▶ **Data section**
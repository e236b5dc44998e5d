import { mkdtempSync, readdirSync, readFileSync } from "node:fs";
import { tmpdir } from "node:os";
import { join } from "node:path";
import { beforeAll, describe, expect, it } from "vitest";
import { openDatabaseSync } from "../../db/connection.ts";
import { currentExclusions, exclusionHistory } from "../../db/exclusions.ts";
import { runCliInProcess } from "../helpers/runCliInProcess.ts";

// Excluding an embryo removes exactly one replicate from every group analysis (common practice, no source:
// n counts the embryos an estimate is computed from); each run is a new process opening the database file,
// so what holds across runs holds across a restart.
describe("exclude and include on the command line", () => {
  const dir = mkdtempSync(join(tmpdir(), "mg-excl-"));
  const db = join(dir, "demo.db");
  const cli = async (...args: string[]) => {
    const r = await runCliInProcess([...args, "--db", db], {}, dir);
    if (r.code !== 0) throw new Error(`morphogauge ${args.join(" ")} exited ${r.code}: ${r.stderr}`);
    return r;
  };
  const json = async (...args: string[]) => JSON.parse((await cli(...args, "--json")).stdout);
  const compareN = async () => {
    const out = await json("compare", "--channel", "glm", "--genotype", "wt,tardy", "--permutations", "199", "--bootstrap", "200");
    return { n: Object.fromEntries(out.groups.map((g: { name: string; n: number }) => [g.name, g.n])), leftOut: out.left_out };
  };
  const precisionN = async () => {
    const out = await json("precision", "--channel", "glm", "--genotype", "wt", "--bootstrap", "100");
    return { n: out.n_embryos, leftOut: out.left_out };
  };
  const trackN = async () => {
    const out = await json("track", "--over", "length", "--channel", "glm", "--genotype", "wt");
    return { n: out.result.groups[0].n, leftOut: out.left_out };
  };

  beforeAll(async () => {
    await cli("demo");
  });

  it("excluding wt-03 lowers n by one in compare, precision and tracking, and each lists it with the reason", async () => {
    const before = { compare: await compareN(), precision: await precisionN(), track: await trackN() };
    expect(before.compare.n.wt).toBe(30);
    expect(before.compare.leftOut).toEqual([]);
    const text = await cli("exclude", "wt-03", "--reason", "out of focus");
    expect(text.stdout).toContain("Excluded: wt-03 (out of focus)");

    const after = { compare: await compareN(), precision: await precisionN(), track: await trackN() };
    expect(after.compare.n).toEqual({ wt: before.compare.n.wt - 1, tardy: before.compare.n.tardy });
    expect(after.precision.n).toBe(before.precision.n - 1);
    expect(after.track.n).toBe(before.track.n - 1);
    for (const r of [after.compare, after.precision, after.track]) expect(r.leftOut).toEqual([expect.objectContaining({ embryo: "wt-03", scope: "embryo", reason: "out of focus" })]);

    const listing = await cli("compare", "--channel", "glm", "--genotype", "wt,tardy", "--permutations", "199", "--bootstrap", "200");
    expect(listing.stdout).toContain("Left out (excluded): wt-03 (out of focus)");
    expect(listing.stdout).toMatch(/Fit setting: exponential \(exponential, whole profile, default options\)/);

    // The report shows the stored comparison's setting, fit ids and who was left out.
    const outDir = join(dir, "report");
    await cli("report", "--out", outDir, "--genotype", "wt,tardy", "--channel", "glm", "--fits", "exponential", "--bootstrap", "100");
    const html = readFileSync(join(outDir, readdirSync(outDir).find((f) => f.endsWith(".html"))!), "utf8");
    const stored = await json("compare", "--channel", "glm", "--genotype", "wt,tardy", "--permutations", "199", "--bootstrap", "200");
    expect(html).toContain("Fit setting <strong>exponential</strong>");
    expect(html).toContain(stored.fit_ids.slice(0, 5).join(", "));
    expect(html).toContain("Left out (excluded): wt-03 (out of focus).");
  });

  it("the exclusion is in the database file, and including the embryo again restores n and keeps the history", async () => {
    const file = openDatabaseSync(db);
    expect(currentExclusions(file).map((e) => [e.embryo, e.reason])).toEqual([["wt-03", "out of focus"]]);
    file.close();

    await cli("include", "wt-03", "--reason", "refocused stack");
    const back = await compareN();
    expect(back.n.wt).toBe(30);
    expect(back.leftOut).toEqual([]);
    expect((await precisionN()).leftOut).toEqual([]);
    const reopened = openDatabaseSync(db);
    expect(currentExclusions(reopened)).toEqual([]);
    expect(exclusionHistory(reopened).map((e) => [e.embryo, e.action, e.reason])).toEqual([
      ["wt-03", "exclude", "out of focus"],
      ["wt-03", "include", "refocused stack"],
    ]);
    reopened.close();
    expect((await cli("exclusions")).stdout).toContain("Nothing is excluded.");
  });

  it("a profile can be excluded on its own; unknown labels, channels and missing reasons are refused in plain words", async () => {
    await cli("exclude", "wt-05", "--channel", "glm", "--reason", "bleached");
    expect((await compareN()).leftOut).toEqual([expect.objectContaining({ embryo: "wt-05", scope: "profile", channel: "glm", reason: "bleached" })]);
    const noReason = await runCliInProcess(["exclude", "wt-06", "--db", db], {}, dir);
    expect(noReason.code).toBe(1);
    expect(noReason.stderr).toContain("--reason");
    const unknown = await runCliInProcess(["exclude", "wt-99", "--reason", "x", "--db", db], {}, dir);
    expect(unknown.code).toBe(1);
    expect(unknown.stderr).toContain('No embryo labelled "wt-99" is stored.');
    const channel = await runCliInProcess(["exclude", "wt-06", "--channel", "nope", "--reason", "x", "--db", db], {}, dir);
    expect(channel.stderr).toMatch(/has no profile of channel "nope" \(it has: glm/);
    const notExcluded = await runCliInProcess(["include", "wt-06", "--db", db], {}, dir);
    expect(notExcluded.code).toBe(1);
    expect(notExcluded.stderr).toContain("is not excluded");
    await cli("include", "wt-05");
  });

  it("fits settings lists each setting with its coverage per genotype, and fit reports the setting it used", async () => {
    const fitted = await cli("fit", "--genotype", "wt", "--channel", "glm", "--window", "30:", "--as", "posterior-window");
    expect(fitted.stdout).toContain("Fit setting posterior-window: exponential, window 30–end µm");
    const out = await json("fits", "settings", "--channel", "glm");
    const named = out.settings.find((s: { name: string }) => s.name === "posterior-window");
    expect(named.coverage.find((c: { genotype: string }) => c.genotype === "wt")).toEqual({ genotype: "wt", fitted: 30, profiles: 30 });
    const text = await cli("fits", "settings", "--channel", "glm");
    expect(text.stdout).toMatch(/posterior-window\s+exponential, window 30–end µm\s+.*wt 30\/30/);
    // wt and tardy: only the default setting covers both, so it is used; wt alone: two settings cover it,
    // so a plan without --fits is refused, and naming one works.
    const covering = await json("compare", "--channel", "glm", "--genotype", "wt,tardy", "--permutations", "199", "--bootstrap", "200");
    expect(covering.fit_setting.name).toBe("exponential");
    const wtOnly = await runCliInProcess(["plan", "--effect", "0.2", "--channel", "glm", "--genotype", "wt", "--db", db], {}, dir);
    expect(wtOnly.code).toBe(1);
    expect(wtOnly.stderr).toContain("choose one with --fits NAME");
    const chosen = await json("plan", "--effect", "0.2", "--channel", "glm", "--genotype", "wt", "--fits", "posterior-window");
    expect(chosen.fit_setting.name).toBe("posterior-window");
  });
});
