import { spawn, spawnSync } from "node:child_process";
import { mkdtempSync, readFileSync, readdirSync } from "node:fs";
import { tmpdir } from "node:os";
import { join } from "node:path";
import { afterAll, beforeAll, describe, expect, it } from "vitest";

// The install step compiles the CLI, the server, the job worker and the page (scripts/build.mjs,
// run by `npm ci` through `prepare`); the installed entry point then runs without compiling
// anything (common practice, no source).
const ROOT = join(import.meta.dirname, "../..");
const BIN = join(ROOT, "server/cli/morphogauge.mjs");
const dir = mkdtempSync(join(tmpdir(), "mg-build-"));
const db = join(dir, "compiled.db");
const env = { ...process.env, MORPHOGAUGE_FROM_SOURCE: "" };

function run(args: string[]) {
  return spawnSync(process.execPath, [BIN, ...args], { encoding: "utf8", env, cwd: dir });
}

describe("compiled build", () => {
  beforeAll(() => {
    const build = spawnSync(process.execPath, [join(ROOT, "scripts/build.mjs")], { encoding: "utf8" });
    expect(build.status, build.stderr).toBe(0);
  });

  it("build writes the CLI, the worker, the migrations and a minified page without source maps", () => {
    const server = readdirSync(join(ROOT, "dist/server"));
    expect(server).toContain("morphogauge.mjs");
    expect(server).toContain("jobWorker.mjs");
    // Every worker shim X.mjs of the sources has its compiled X.mjs beside the chunks.
    const shims = readdirSync(join(ROOT, "server"), { recursive: true, encoding: "utf8" }).filter((f) => f.endsWith(".mjs") && !f.endsWith("morphogauge.mjs"));
    for (const shim of shims) expect(server).toContain(shim.split("/").at(-1));
    expect(readdirSync(join(ROOT, "dist/server/migrations")).length).toBe(readdirSync(join(ROOT, "db/migrations")).length);
    const app = readFileSync(join(ROOT, "dist/client/app.js"), "utf8");
    expect(app).not.toContain("sourceMappingURL");
    expect(readdirSync(join(ROOT, "dist/client")).some((f) => f.endsWith(".map"))).toBe(false);
    // Minified: a few long lines, not one statement per line.
    expect(app.split("\n").length).toBeLessThan(app.length / 1000);
  });

  it("the entry point runs the compiled CLI: --help, demo, list and fit", () => {
    const help = run(["--help"]);
    expect(help.status, help.stderr).toBe(0);
    expect(help.stdout).toContain("Commands:");
    const demo = run(["demo", "--db", db]);
    expect(demo.status, demo.stderr).toBe(0);
    const list = run(["list", "--db", db, "--json"]);
    expect(list.status, list.stderr).toBe(0);
    expect(JSON.parse(list.stdout).profiles.length).toBeGreaterThan(10);
    const fit = run(["fit", "--db", db, "--genotype", "wt", "--json"]);
    expect(fit.status, fit.stderr).toBe(0);
    expect(JSON.parse(fit.stdout).fits.length).toBeGreaterThan(0);
  });

  describe("compiled server", () => {
    let url = "";
    let child: ReturnType<typeof spawn>;
    beforeAll(async () => {
      child = spawn(process.execPath, [BIN, "serve", "--port", "0", "--host", "127.0.0.1", "--json", "--db", join(dir, "served.db"), "--demo"], { env, cwd: dir, stdio: ["ignore", "pipe", "pipe"] });
      url = await new Promise<string>((resolve, reject) => {
        let out = "";
        child.stdout!.on("data", (d: Buffer) => {
          out += d.toString();
          const line = out.split("\n").find((l) => l.startsWith("{"));
          if (line) resolve(JSON.parse(line).url);
        });
        child.once("exit", (code) => reject(new Error(`serve exited with ${code}`)));
      });
    });
    afterAll(() => {
      child.kill("SIGTERM");
    });

    it("serves the prebuilt page and runs a fit job in the compiled worker thread", async () => {
      const page = await fetch(url);
      expect(page.status).toBe(200);
      const app = await fetch(url + "app.js");
      expect(app.status).toBe(200);
      expect(await app.text()).toBe(readFileSync(join(ROOT, "dist/client/app.js"), "utf8"));
      expect((await fetch(url + "app.js.map")).status).toBe(404);
      const submitted = await fetch(url + "api/fits", { method: "POST", headers: { "content-type": "application/json" }, body: JSON.stringify({ selection: { genotypes: ["wt"] }, models: ["exponential"] }) });
      expect(submitted.status).toBe(202);
      let job = await submitted.json();
      for (let i = 0; i < 200 && (job.status === "queued" || job.status === "running"); i++) {
        await new Promise((r) => setTimeout(r, 50));
        job = await (await fetch(url + `api/jobs/${job.id}`)).json();
      }
      expect(job.status, JSON.stringify(job.error)).toBe("done");
    });
  });
});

▶ **What this task involves**
Return only the lines between the one holding "const reopened = openDatabaseSync(db);" and the one holding "const channel = await", inclusive, exactly as they appear above.

▶ **Answer for the task**
    const reopened = openDatabaseSync(db);
    expect(currentExclusions(reopened)).toEqual([]);
    expect(exclusionHistory(reopened).map((e) => [e.embryo, e.action, e.reason])).toEqual([
      ["wt-03", "exclude", "out of focus"],
      ["wt-03", "include", "refocused stack"],
    ]);
    reopened.close();
    expect((await cli("exclusions")).stdout).toContain("Nothing is excluded.");
  });

  it("a profile can be excluded on its own; unknown labels, channels and missing reasons are refused in plain words", async () => {
    await cli("exclude", "wt-05", "--channel", "glm", "--reason", "bleached");
    expect((await compareN()).leftOut).toEqual([expect.objectContaining({ embryo: "wt-05", scope: "profile", channel: "glm", reason: "bleached" })]);
    const noReason = await runCliInProcess(["exclude", "wt-06", "--db", db], {}, dir);
    expect(noReason.code).toBe(1);
    expect(noReason.stderr).toContain("--reason");
    const unknown = await runCliInProcess(["exclude", "wt-99", "--reason", "x", "--db", db], {}, dir);
    expect(unknown.code).toBe(1);
    expect(unknown.stderr).toContain('No embryo labelled "wt-99" is stored.');
    const channel = await runCliInProcess(["exclude", "wt-06", "--channel", "nope", "--reason", "x", "--db", db], {}, dir);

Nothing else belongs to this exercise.